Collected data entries
★ ★ ★ ★ ★

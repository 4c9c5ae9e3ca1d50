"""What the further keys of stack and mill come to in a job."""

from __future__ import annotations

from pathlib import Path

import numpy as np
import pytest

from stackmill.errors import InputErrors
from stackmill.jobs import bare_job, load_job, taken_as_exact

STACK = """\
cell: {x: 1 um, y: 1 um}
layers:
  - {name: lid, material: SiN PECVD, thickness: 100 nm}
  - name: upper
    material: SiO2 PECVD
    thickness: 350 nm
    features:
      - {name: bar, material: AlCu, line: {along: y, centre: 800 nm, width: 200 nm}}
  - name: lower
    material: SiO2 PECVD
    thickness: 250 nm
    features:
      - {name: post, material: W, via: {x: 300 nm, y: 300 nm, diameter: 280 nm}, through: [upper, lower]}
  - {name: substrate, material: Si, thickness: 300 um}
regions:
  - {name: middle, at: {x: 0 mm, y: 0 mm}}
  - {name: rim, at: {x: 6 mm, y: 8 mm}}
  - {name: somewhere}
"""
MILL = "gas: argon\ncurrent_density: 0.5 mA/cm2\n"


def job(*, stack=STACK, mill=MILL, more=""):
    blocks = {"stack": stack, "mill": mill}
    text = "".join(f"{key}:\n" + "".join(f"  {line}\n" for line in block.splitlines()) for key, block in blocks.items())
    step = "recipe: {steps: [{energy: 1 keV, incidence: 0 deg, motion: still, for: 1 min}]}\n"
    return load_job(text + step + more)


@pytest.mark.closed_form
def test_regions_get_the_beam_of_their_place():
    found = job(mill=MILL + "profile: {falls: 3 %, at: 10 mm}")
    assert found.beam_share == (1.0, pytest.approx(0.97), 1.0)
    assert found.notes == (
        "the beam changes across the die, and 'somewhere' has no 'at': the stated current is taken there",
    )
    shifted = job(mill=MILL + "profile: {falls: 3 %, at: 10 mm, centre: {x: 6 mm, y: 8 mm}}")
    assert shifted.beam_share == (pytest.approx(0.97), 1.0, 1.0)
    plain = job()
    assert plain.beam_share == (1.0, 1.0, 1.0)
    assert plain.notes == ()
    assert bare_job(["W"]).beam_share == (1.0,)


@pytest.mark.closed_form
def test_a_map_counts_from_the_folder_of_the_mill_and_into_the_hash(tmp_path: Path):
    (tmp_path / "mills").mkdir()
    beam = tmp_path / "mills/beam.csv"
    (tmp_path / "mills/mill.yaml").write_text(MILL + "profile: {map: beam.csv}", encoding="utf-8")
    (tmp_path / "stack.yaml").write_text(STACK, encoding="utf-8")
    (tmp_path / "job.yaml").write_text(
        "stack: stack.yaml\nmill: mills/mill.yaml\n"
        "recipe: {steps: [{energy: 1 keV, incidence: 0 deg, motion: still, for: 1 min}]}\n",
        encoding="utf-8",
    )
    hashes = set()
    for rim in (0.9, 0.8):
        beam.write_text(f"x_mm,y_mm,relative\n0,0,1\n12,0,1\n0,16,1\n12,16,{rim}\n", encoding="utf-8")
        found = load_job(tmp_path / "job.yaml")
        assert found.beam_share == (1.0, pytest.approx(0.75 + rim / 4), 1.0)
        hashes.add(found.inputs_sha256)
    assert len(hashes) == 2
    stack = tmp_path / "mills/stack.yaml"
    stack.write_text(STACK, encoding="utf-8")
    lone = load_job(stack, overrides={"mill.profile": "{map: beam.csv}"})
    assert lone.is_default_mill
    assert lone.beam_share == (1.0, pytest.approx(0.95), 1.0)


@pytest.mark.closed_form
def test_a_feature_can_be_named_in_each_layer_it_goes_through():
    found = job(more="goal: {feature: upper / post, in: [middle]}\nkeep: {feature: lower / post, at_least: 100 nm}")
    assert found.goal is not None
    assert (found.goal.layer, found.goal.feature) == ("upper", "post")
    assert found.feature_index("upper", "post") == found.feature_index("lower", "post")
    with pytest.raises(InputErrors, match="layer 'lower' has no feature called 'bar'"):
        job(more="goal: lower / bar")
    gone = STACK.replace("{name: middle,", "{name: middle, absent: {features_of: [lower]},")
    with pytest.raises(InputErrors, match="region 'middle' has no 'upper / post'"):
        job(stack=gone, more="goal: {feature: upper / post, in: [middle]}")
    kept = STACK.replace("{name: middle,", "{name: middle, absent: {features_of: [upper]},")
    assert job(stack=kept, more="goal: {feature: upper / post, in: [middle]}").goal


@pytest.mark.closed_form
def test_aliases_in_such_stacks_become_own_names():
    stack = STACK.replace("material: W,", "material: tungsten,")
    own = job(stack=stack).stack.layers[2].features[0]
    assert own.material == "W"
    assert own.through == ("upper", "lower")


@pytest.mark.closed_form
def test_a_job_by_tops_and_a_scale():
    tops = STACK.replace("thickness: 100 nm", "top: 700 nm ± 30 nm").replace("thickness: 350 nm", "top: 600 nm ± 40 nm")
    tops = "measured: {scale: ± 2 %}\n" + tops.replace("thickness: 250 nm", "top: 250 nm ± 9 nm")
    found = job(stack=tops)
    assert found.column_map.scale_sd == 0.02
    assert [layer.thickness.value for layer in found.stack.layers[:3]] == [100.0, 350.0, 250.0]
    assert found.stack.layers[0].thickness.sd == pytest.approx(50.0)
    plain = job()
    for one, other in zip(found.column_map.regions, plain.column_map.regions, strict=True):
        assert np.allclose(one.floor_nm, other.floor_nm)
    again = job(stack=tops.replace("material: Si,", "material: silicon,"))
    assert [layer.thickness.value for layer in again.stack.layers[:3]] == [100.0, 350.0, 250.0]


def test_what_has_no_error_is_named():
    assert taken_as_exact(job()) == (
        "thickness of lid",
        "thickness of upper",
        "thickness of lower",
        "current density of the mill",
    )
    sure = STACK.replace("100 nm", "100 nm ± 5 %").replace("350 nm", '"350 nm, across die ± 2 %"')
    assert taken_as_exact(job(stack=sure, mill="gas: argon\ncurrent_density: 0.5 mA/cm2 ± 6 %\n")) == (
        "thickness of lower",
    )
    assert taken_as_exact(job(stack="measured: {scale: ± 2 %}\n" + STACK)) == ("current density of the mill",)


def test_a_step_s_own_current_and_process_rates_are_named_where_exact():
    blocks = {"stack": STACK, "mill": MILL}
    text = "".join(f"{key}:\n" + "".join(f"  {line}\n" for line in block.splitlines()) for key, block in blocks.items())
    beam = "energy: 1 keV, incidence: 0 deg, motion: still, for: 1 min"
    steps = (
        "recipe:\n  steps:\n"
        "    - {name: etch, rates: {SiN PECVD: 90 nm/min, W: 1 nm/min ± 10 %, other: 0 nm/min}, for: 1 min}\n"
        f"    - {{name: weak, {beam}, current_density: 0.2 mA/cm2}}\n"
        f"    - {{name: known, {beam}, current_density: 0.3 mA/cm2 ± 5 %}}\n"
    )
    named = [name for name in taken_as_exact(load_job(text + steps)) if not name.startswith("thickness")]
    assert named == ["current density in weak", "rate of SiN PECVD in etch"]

★ ★ ★ ★ ★

Where in the records does the string "motion" appear? Copy every line that has it.

* _The completed task_
    step = "recipe: {steps: [{energy: 1 keV, incidence: 0 deg, motion: still, for: 1 min}]}\n"
        "recipe: {steps: [{energy: 1 keV, incidence: 0 deg, motion: still, for: 1 min}]}\n",
    beam = "energy: 1 keV, incidence: 0 deg, motion: still, for: 1 min"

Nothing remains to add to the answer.